-- What the task asks --
Provide an exact repetition of every entry, with no word altered.

-- Recorded data --
==============================
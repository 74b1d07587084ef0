"""Where bridges stand that hold a disc in its sheet: metal left in the rim's cut, on its arcs, clear of notches."""

import math
from dataclasses import dataclass
from itertools import pairwise

from layout.documents.cutter import Cutter
from layout.documents.making import Bridges, SlugBridges
from layout.documents.movement import Movement
from layout.mechanics.turning import FULL_TURN_RAD

MOST_SHARE = 0.5  # of any arc; a rim that is more metal than cut does not come out of its sheet (common practice)


@dataclass(frozen=True, slots=True, kw_only=True)
class Gap:
    """A stretch of the rim that is not cut, by the angles of its ends, anticlockwise; the second is the larger."""

    from_rad: float
    to_rad: float


def gap_mm(cutter: Cutter, bridges: Bridges | SlugBridges) -> float:
    """How long the gap in the drawn line is: the beam takes half a kerf more at either end."""
    return bridges.width_mm + cutter.kerf_mm


def gaps_in(arcs_rad: list[tuple[float, float]], *, count: int, width_rad: float) -> list[list[Gap]] | None:
    """Gaps for bridges on the arcs of a rim, or any other stretches, shared out by their lengths and even on each.

    Every bridge goes to the arc whose stretches are then longest (as seats are given by D'Hondt's
    method); the gaps of an arc stand in the middles of equal stretches of it.

    Args:
        arcs_rad: First and last angle of each arc between two notches, anticlockwise; one of a full turn
            where there are none.
        count: Bridges wanted.
        width_rad: Of a gap.

    Returns:
        The gaps of each arc; None where they would take more than MOST_SHARE of one.
    """
    lengths_rad = [last - first for first, last in arcs_rad]
    on_arc = [0] * len(arcs_rad)
    for _ in range(count if arcs_rad else 0):
        most = max(range(len(arcs_rad)), key=lambda arc: (round(lengths_rad[arc] / (on_arc[arc] + 1), 9), -arc))
        on_arc[most] += 1
    if not arcs_rad or any(n * width_rad > MOST_SHARE * long for n, long in zip(on_arc, lengths_rad, strict=True)):
        return None
    gaps = []
    for (first, _), long, n in zip(arcs_rad, lengths_rad, on_arc, strict=True):
        middles = [first + long * (place + 0.5) / n for place in range(n)]
        gaps.append([Gap(from_rad=middle - width_rad / 2, to_rad=middle + width_rad / 2) for middle in middles])
    return gaps


def arcs_of_rim_rad(movement: Movement) -> list[tuple[float, float]]:
    """First and last angle of each arc of the rim between its notches, as finished."""
    rim_mm = movement.disc.outer_diameter_mm / 2
    spans = []
    for feature in movement.disc.features:
        if feature.shape == "notch":
            floor_mm = feature.radius_mm - feature.width_mm / 2
            half_mm = min(math.sqrt(max(rim_mm**2 - floor_mm**2, 0.0)), feature.length_mm / 2)
            half_rad = math.asin(min(half_mm / rim_mm, 1.0))
            spans += [(math.radians(angle) % FULL_TURN_RAD, half_rad) for angle in feature.angles_deg]
    if not spans:
        return [(0.0, FULL_TURN_RAD)]
    spans.sort()
    around = [*spans, (spans[0][0] + FULL_TURN_RAD, spans[0][1])]
    return [(at + half, next_at - next_half) for (at, half), (next_at, next_half) in pairwise(around)]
==============================
-- Answer area --
repository 74b1d07587084ef0
"""Where bridges stand that hold a disc in its sheet: metal left in the rim's cut, on its arcs, clear of notches."""

import math
from dataclasses import dataclass
from itertools import pairwise

from layout.documents.cutter import Cutter
from layout.documents.making import Bridges, SlugBridges
from layout.documents.movement import Movement
from layout.mechanics.turning import FULL_TURN_RAD

MOST_SHARE = 0.5  # of any arc; a rim that is more metal than cut does not come out of its sheet (common practice)


@dataclass(frozen=True, slots=True, kw_only=True)
class Gap:
    """A stretch of the rim that is not cut, by the angles of its ends, anticlockwise; the second is the larger."""

    from_rad: float
    to_rad: float


def gap_mm(cutter: Cutter, bridges: Bridges | SlugBridges) -> float:
    """How long the gap in the drawn line is: the beam takes half a kerf more at either end."""
    return bridges.width_mm + cutter.kerf_mm


def gaps_in(arcs_rad: list[tuple[float, float]], *, count: int, width_rad: float) -> list[list[Gap]] | None:
    """Gaps for bridges on the arcs of a rim, or any other stretches, shared out by their lengths and even on each.

    Every bridge goes to the arc whose stretches are then longest (as seats are given by D'Hondt's
    method); the gaps of an arc stand in the middles of equal stretches of it.

    Args:
        arcs_rad: First and last angle of each arc between two notches, anticlockwise; one of a full turn
            where there are none.
        count: Bridges wanted.
        width_rad: Of a gap.

    Returns:
        The gaps of each arc; None where they would take more than MOST_SHARE of one.
    """
    lengths_rad = [last - first for first, last in arcs_rad]
    on_arc = [0] * len(arcs_rad)
    for _ in range(count if arcs_rad else 0):
        most = max(range(len(arcs_rad)), key=lambda arc: (round(lengths_rad[arc] / (on_arc[arc] + 1), 9), -arc))
        on_arc[most] += 1
    if not arcs_rad or any(n * width_rad > MOST_SHARE * long for n, long in zip(on_arc, lengths_rad, strict=True)):
        return None
    gaps = []
    for (first, _), long, n in zip(arcs_rad, lengths_rad, on_arc, strict=True):
        middles = [first + long * (place + 0.5) / n for place in range(n)]
        gaps.append([Gap(from_rad=middle - width_rad / 2, to_rad=middle + width_rad / 2) for middle in middles])
    return gaps


def arcs_of_rim_rad(movement: Movement) -> list[tuple[float, float]]:
    """First and last angle of each arc of the rim between its notches, as finished."""
    rim_mm = movement.disc.outer_diameter_mm / 2
    spans = []
    for feature in movement.disc.features:
        if feature.shape == "notch":
            floor_mm = feature.radius_mm - feature.width_mm / 2
            half_mm = min(math.sqrt(max(rim_mm**2 - floor_mm**2, 0.0)), feature.length_mm / 2)
            half_rad = math.asin(min(half_mm / rim_mm, 1.0))
            spans += [(math.radians(angle) % FULL_TURN_RAD, half_rad) for angle in feature.angles_deg]
    if not spans:
        return [(0.0, FULL_TURN_RAD)]
    spans.sort()
    around = [*spans, (spans[0][0] + FULL_TURN_RAD, spans[0][1])]
    return [(at + half, next_at - next_half) for (at, half), (next_at, next_half) in pairwise(around)]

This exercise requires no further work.